### Material provided ###
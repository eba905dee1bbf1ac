#pragma once
// The one place where command-line strings become values: quantities with units, whole numbers,
// dates and the brew day, each checked against the bounds in io/limits.hpp. Every problem is
// collected as "OPTION: what is wrong (what is expected)" so a command reports them all at once.
#include <optional>
#include <string>
#include <string_view>
#include <vector>

#include "io/json_fields.hpp"
#include "model/hops.hpp"
#include "model/quantity.hpp"

namespace bine::cli {

/// The day the hops are weighed out (--on), or today's date when the option was not given.
struct BrewDay {
  Date date;
  bool from_clock = false;  // --on not given: the output says so, so the run can be repeated
};

/// Today's local calendar date (the TZ of the brewer's machine, not UTC).
Date today();

class OptionReader {
 public:
  /// A quantity with a unit ("20L", "5.5 gal", "6 g/L"); a bare number is in the canonical unit.
  std::optional<double> quantity(std::string_view option, std::string_view text, Dimension dimension,
                                 const Bounds& bounds);
  /// As quantity(), but an empty `text` (option not given) is no problem and gives nullopt.
  std::optional<double> optional_quantity(std::string_view option, std::string_view text, Dimension dimension,
                                          const Bounds& bounds);
  /// A whole number within bounds ("--top 5"); an empty `text` gives `fallback`.
  std::optional<std::size_t> count(std::string_view option, std::string_view text, const Bounds& bounds,
                                   std::size_t fallback);
  /// A date, YYYY-MM-DD, that exists.
  std::optional<Date> date(std::string_view option, std::string_view text);
  /// --on: a date, or today when `text` is empty.
  std::optional<BrewDay> brew_day(std::string_view text);

  /// A problem found by the command itself.
  void add(std::string line) { problems_.push_back(std::move(line)); }
  /// Adds `line` when `condition` does not hold.
  void require(bool condition, std::string line);
  bool ok() const { return problems_.empty(); }
  /// Throws InputError listing every problem, if there is any.
  void throw_if_any() const;

 private:
  std::vector<std::string> problems_;
};

}  // namespace bine::cli
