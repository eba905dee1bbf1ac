#include "cli/cellar_options.hpp"

#include <fmt/format.h>

#include "io/limits.hpp"
#include "io/loaders.hpp"

namespace bine::cli {

void add_cellar_options(CLI::App* command, CellarOptions& options, bool allow_stale_option) {
  command->add_option("--on", options.on, "brew day, YYYY-MM-DD, every stock lot is aged to (default: today)");
  command->add_option("--stale-below", options.stale_below,
                      "a lot with less than this share of its certificate alpha is stale (default 75%)");
  if (allow_stale_option)
    command->add_flag("--allow-stale", options.allow_stale, "use stale lots too (they are left out by default)");
}

CellarChoice read_cellar_options(OptionReader& reader, const CellarOptions& options) {
  CellarChoice choice;
  if (auto on = reader.brew_day(options.on)) choice.on = *on;
  if (auto share =
          reader.optional_quantity("--stale-below", options.stale_below, Dimension::percent, limits::stale_below))
    choice.settings.stale_below = *share / 100.0;
  choice.allow_stale = options.allow_stale;
  return choice;
}

Cellar load_cellar(const std::string& stock_file, const Catalog& catalog, const CellarChoice& choice) {
  Stock stock = load_stock(stock_file);
  if (stock.name.empty()) stock.name = stock_file;
  return age_cellar(stock, catalog, choice.on.date, choice.settings);
}

std::string brew_day_line(const CellarChoice& choice) {
  return fmt::format("stock lots aged to {}{}", format_date(choice.on.date),
                     choice.on.from_clock ? " (today; pass --on DATE to reproduce)" : "");
}

}  // namespace bine::cli
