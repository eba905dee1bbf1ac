// bine ibu RECIPE: the recipe's bitterness, addition by addition, with BU:GU.
#include <fmt/format.h>

#include <memory>

#include "cli/commands.hpp"
#include "cli/option_values.hpp"
#include "engine/recipe_bitterness.hpp"
#include "io/limits.hpp"
#include "io/loaders.hpp"
#include "report/bitterness_report.hpp"

namespace bine::cli {
namespace {

struct IbuOptions {
  std::string recipe;
  std::string model = "tinseth";
  std::string pellet_factor;
  std::string calibration;
  bool json = false;
};

struct IbuArgs {
  std::string recipe;
  BitternessSettings settings;
  bool json = false;
};

IbuArgs parse_ibu_args(const IbuOptions& options) {
  OptionReader reader;
  IbuArgs args;
  args.recipe = options.recipe;
  args.json = options.json;
  if (auto model = ibu_model_from(options.model))
    args.settings.model = *model;
  else
    reader.add(fmt::format("--model: \"{}\": unknown model (expected tinseth or rager)", options.model));
  if (auto factor =
          reader.optional_quantity("--pellet-factor", options.pellet_factor, Dimension::number, limits::pellet_factor))
    args.settings.pellet_factor = *factor;
  if (auto factor =
          reader.optional_quantity("--calibration", options.calibration, Dimension::number, limits::calibration))
    args.settings.calibration = *factor;
  reader.throw_if_any();
  return args;
}

void run_ibu(const Console& console, const GlobalOptions& globals, const IbuArgs& args) {
  // 1. Load: the catalogs (alpha midpoints for additions without alpha) and the recipe.
  const DataSet data = load_data(globals, console);
  const Recipe recipe = load_recipe(args.recipe);
  // 2. Compute every addition.
  const RecipeBitterness bitterness = [&] {
    const auto timer = console.time("bitterness");
    return recipe_bitterness(recipe, data.catalog, args.settings);
  }();
  // 3. Render.
  print_result(
      console, args.json, [&] { return bitterness_to_json(recipe, bitterness); },
      [&](std::ostream& out) { render_bitterness(out, recipe, bitterness, globals.unit_system()); });
}

}  // namespace

void setup_ibu_command(CLI::App& app, const GlobalOptions& globals, CommandTable& commands) {
  auto options = std::make_shared<IbuOptions>();
  auto* ibu = app.add_subcommand("ibu", "a recipe's bitterness (IBU) per addition and in total, with BU:GU");
  ibu->add_option("RECIPE", options->recipe, "recipe file (JSON)")->required();
  ibu->add_option("--model", options->model, "tinseth (default) or rager");
  ibu->add_option("--pellet-factor", options->pellet_factor,
                  "utilization multiplier for pellets and powder (default 1.10, common practice)");
  ibu->add_option("--calibration", options->calibration,
                  "your brewhouse's measured/predicted IBU ratio, applied to every addition (default 1.0)");
  ibu->add_flag("--json", options->json, "print JSON (canonical units)");
  ibu->footer(
      "Examples:\n"
      "  bine ibu pale-ale.json\n"
      "  bine ibu pale-ale.json --model rager\n"
      "  bine --units us ibu hazy-ipa.json --json\n"
      "Whirlpool additions count their boil-equivalent minutes (Malowicki & Shellhammer 2005);\n"
      "a recipe \"hop_stand\" adds its boil-equivalent minutes to boil and first-wort additions.");
  commands.add(ibu,
               [&globals, options](const Console& console) { run_ibu(console, globals, parse_ibu_args(*options)); });
}

}  // namespace bine::cli
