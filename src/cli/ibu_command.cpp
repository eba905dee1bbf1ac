// bine ibu RECIPE: the recipe's bitterness, addition by addition, with BU:GU.
#include <fmt/format.h>

#include <iostream>
#include <memory>

#include "cli/commands.hpp"
#include "engine/recipe_bitterness.hpp"
#include "io/loaders.hpp"
#include "model/errors.hpp"
#include "report/bitterness_report.hpp"
#include "report/timings.hpp"

namespace bine::cli {
namespace {

struct IbuOptions {
  std::string recipe;
  std::string model = "tinseth";
  double pellet_factor = 1.10;
  double calibration = 1.0;
  bool json = false;
};

/// Every problem with the options, one line each.
BitternessSettings validate(const IbuOptions& options) {
  std::vector<std::string> problems;
  BitternessSettings settings;
  if (auto model = ibu_model_from(options.model))
    settings.model = *model;
  else
    problems.push_back(fmt::format("--model: \"{}\": unknown model (expected tinseth or rager)", options.model));
  if (!(options.pellet_factor >= 0.5 && options.pellet_factor <= 2.0))
    problems.push_back(fmt::format("--pellet-factor: {:g}: out of range (expected 0.5-2.0; common practice 1.10)",
                                   options.pellet_factor));
  if (!(options.calibration > 0.0 && options.calibration <= 5.0))
    problems.push_back(fmt::format("--calibration: {:g}: out of range (expected above 0 and at most 5; 1.0 = none)",
                                   options.calibration));
  if (!problems.empty()) throw InputError(problems);
  settings.pellet_factor = options.pellet_factor;
  settings.calibration = options.calibration;
  return settings;
}

void run_ibu(const GlobalOptions& globals, const IbuOptions& options) {
  const BitternessSettings settings = validate(options);
  // 1. Load: the catalogs (alpha midpoints for additions without alpha) and the recipe.
  const DataSet data = [&] {
    PhaseTimer timer(globals.timings, "load data");
    return globals.load();
  }();
  const Recipe recipe = load_recipe(options.recipe);
  // 2. Compute every addition.
  const RecipeBitterness bitterness = [&] {
    PhaseTimer timer(globals.timings, "bitterness");
    return recipe_bitterness(recipe, data.catalog, settings);
  }();
  // 3. Render.
  if (options.json)
    std::cout << bitterness_to_json(recipe, bitterness).dump(2) << '\n';
  else
    render_bitterness(std::cout, recipe, bitterness, globals.unit_system());
}

}  // namespace

void setup_ibu_command(CLI::App& app, const GlobalOptions& globals) {
  auto options = std::make_shared<IbuOptions>();
  auto* ibu = app.add_subcommand("ibu", "a recipe's bitterness (IBU) per addition and in total, with BU:GU");
  ibu->add_option("RECIPE", options->recipe, "recipe file (JSON)")->required();
  ibu->add_option("--model", options->model, "tinseth (default) or rager");
  ibu->add_option("--pellet-factor", options->pellet_factor,
                  "utilization multiplier for pellets and powder (default 1.10, common practice)");
  ibu->add_option("--calibration", options->calibration,
                  "your brewhouse's measured/predicted IBU ratio, applied to every addition (default 1.0)");
  ibu->add_flag("--json", options->json, "print JSON (canonical units)");
  ibu->footer(
      "Examples:\n"
      "  bine ibu pale-ale.json\n"
      "  bine ibu pale-ale.json --model rager\n"
      "  bine --units us ibu hazy-ipa.json --json\n"
      "Whirlpool additions count their boil-equivalent minutes (Malowicki & Shellhammer 2005);\n"
      "a recipe \"hop_stand\" adds its boil-equivalent minutes to boil and first-wort additions.");
  ibu->callback([&globals, options] { run_ibu(globals, *options); });
}

}  // namespace bine::cli
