/// Print a document in the format asked for, after writing its chart
/// (`--chart`) and HTML page (`--report`) where asked (`run`, `size`,
/// `sweep` and `merge`).
fn emit_charted(doc: &impl Charted, output: &OutputArgs, chart_path: Option<&Path>) -> Result<()> {
    let chart = if doc.has_chart() && (chart_path.is_some() || output.report.is_some()) {
        Some(doc.chart().context("chart")?)
    } else {
        None
    };
    if let (Some(path), Some(svg)) = (chart_path, &chart) {
        write_file(path, svg)?;
    }
    if let Some(path) = &output.report {
        write_file(path, &doc.html(chart.as_deref()))?;
    }
    emit(output.format(), doc, output.out.as_deref())
}

/// A run's document (`run`, and `merge` of run parts): printed, and its
/// warnings on stderr unless the table on the terminal shows them.
fn emit_run(doc: &RunDocument, output: &OutputArgs, chart_path: Option<&Path>) -> Result<()> {
    emit_charted(doc, output, chart_path)?;
    let table_on_terminal = output.format() == Format::Table && output.out.is_none();
    if !output.quiet && !table_on_terminal {
        for w in &doc.warnings {
            eprintln!("busyhour: warning: {w}");
        }
    }
    Ok(())
}

/// `busyhour check`.
pub fn check(a: &CheckArgs) -> Result<Status> {
    let model = scenario::load_confined(&a.scenario, a.data_dir.as_deref())?;
    let file = a.scenario.display().to_string();
    let doc = busyhour::api::check(&model, &file);
    let format = if a.json { Format::Json } else { Format::Table };
    emit(format, &doc, None)?;
    Ok(if doc.passed() {
        Status::Done
    } else {
        Status::Failed
    })
}
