//! The analysis as people read it: a terminal report, JSON with snake_case
//! keys, and the traffic chart. Builds text and values only; the command
//! prints or writes them.

use super::busy_hour::{ClockHour, DailyPeak};
use super::intervals::Interval;
use super::peakedness::Peakedness;
use super::scenario_out::{ProfileStep, busy_hour_profile};
use super::time::{self, Clock, DAY_S, Date, TimeKind};
use super::{Analysis, Fit};
use crate::dist::Law;
use crate::report::chart::{LineChart, Markers, Series};
use crate::units::{format_share, trim_float};
use serde_json::{Value, json};
use std::fmt::Write as _;

/// How the busy-hour figures rank windows, in one sentence.
pub const BASIS: &str = "windows are ranked by the offered traffic estimate (the carried traffic where the file has no outcomes)";

/// The time-consistent busy hour's definition.
pub const TCBH_DEFINITION: &str = "time-consistent busy hour: the same clock hour on every day analysed, the one with the highest mean traffic over those days (ITU-T E.600)";

/// The average daily peak hour's definition.
pub const ADPH_DEFINITION: &str = "average daily peak hour: each day's own busiest 60 minutes, traffic averaged over the days (ITU-T E.600)";

/// The offered traffic estimator, in words.
pub const OFFERED_ESTIMATOR: &str = "offered = carried + (blocked + abandoned attempts) x mean holding time of answered calls / interval; it assumes unanswered callers would have held as long as answered ones and that every attempt is a fresh call: redials are counted again, so where callers redial it overstates the fresh demand";

fn kind_name(k: TimeKind) -> &'static str {
    match k {
        TimeKind::Zoned => "zoned",
        TimeKind::Naive => "naive",
        TimeKind::Unix => "unix",
    }
}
###
Emit, unaltered, the lines from the top of the listing down through the line that holds "was not given."; emit nothing else.

Solved problem:
repository eba905dee1bbf1ac
#pragma once
// The one place where command-line strings become values: quantities with units, whole numbers,
// dates and the brew day, each checked against the bounds in io/limits.hpp. Every problem is
// collected as "OPTION: what is wrong (what is expected)" so a command reports them all at once.
#include <optional>
#include <string>
#include <string_view>
#include <vector>

#include "io/json_fields.hpp"
#include "model/hops.hpp"
#include "model/quantity.hpp"

namespace bine::cli {

/// The day the hops are weighed out (--on), or today's date when the option was not given.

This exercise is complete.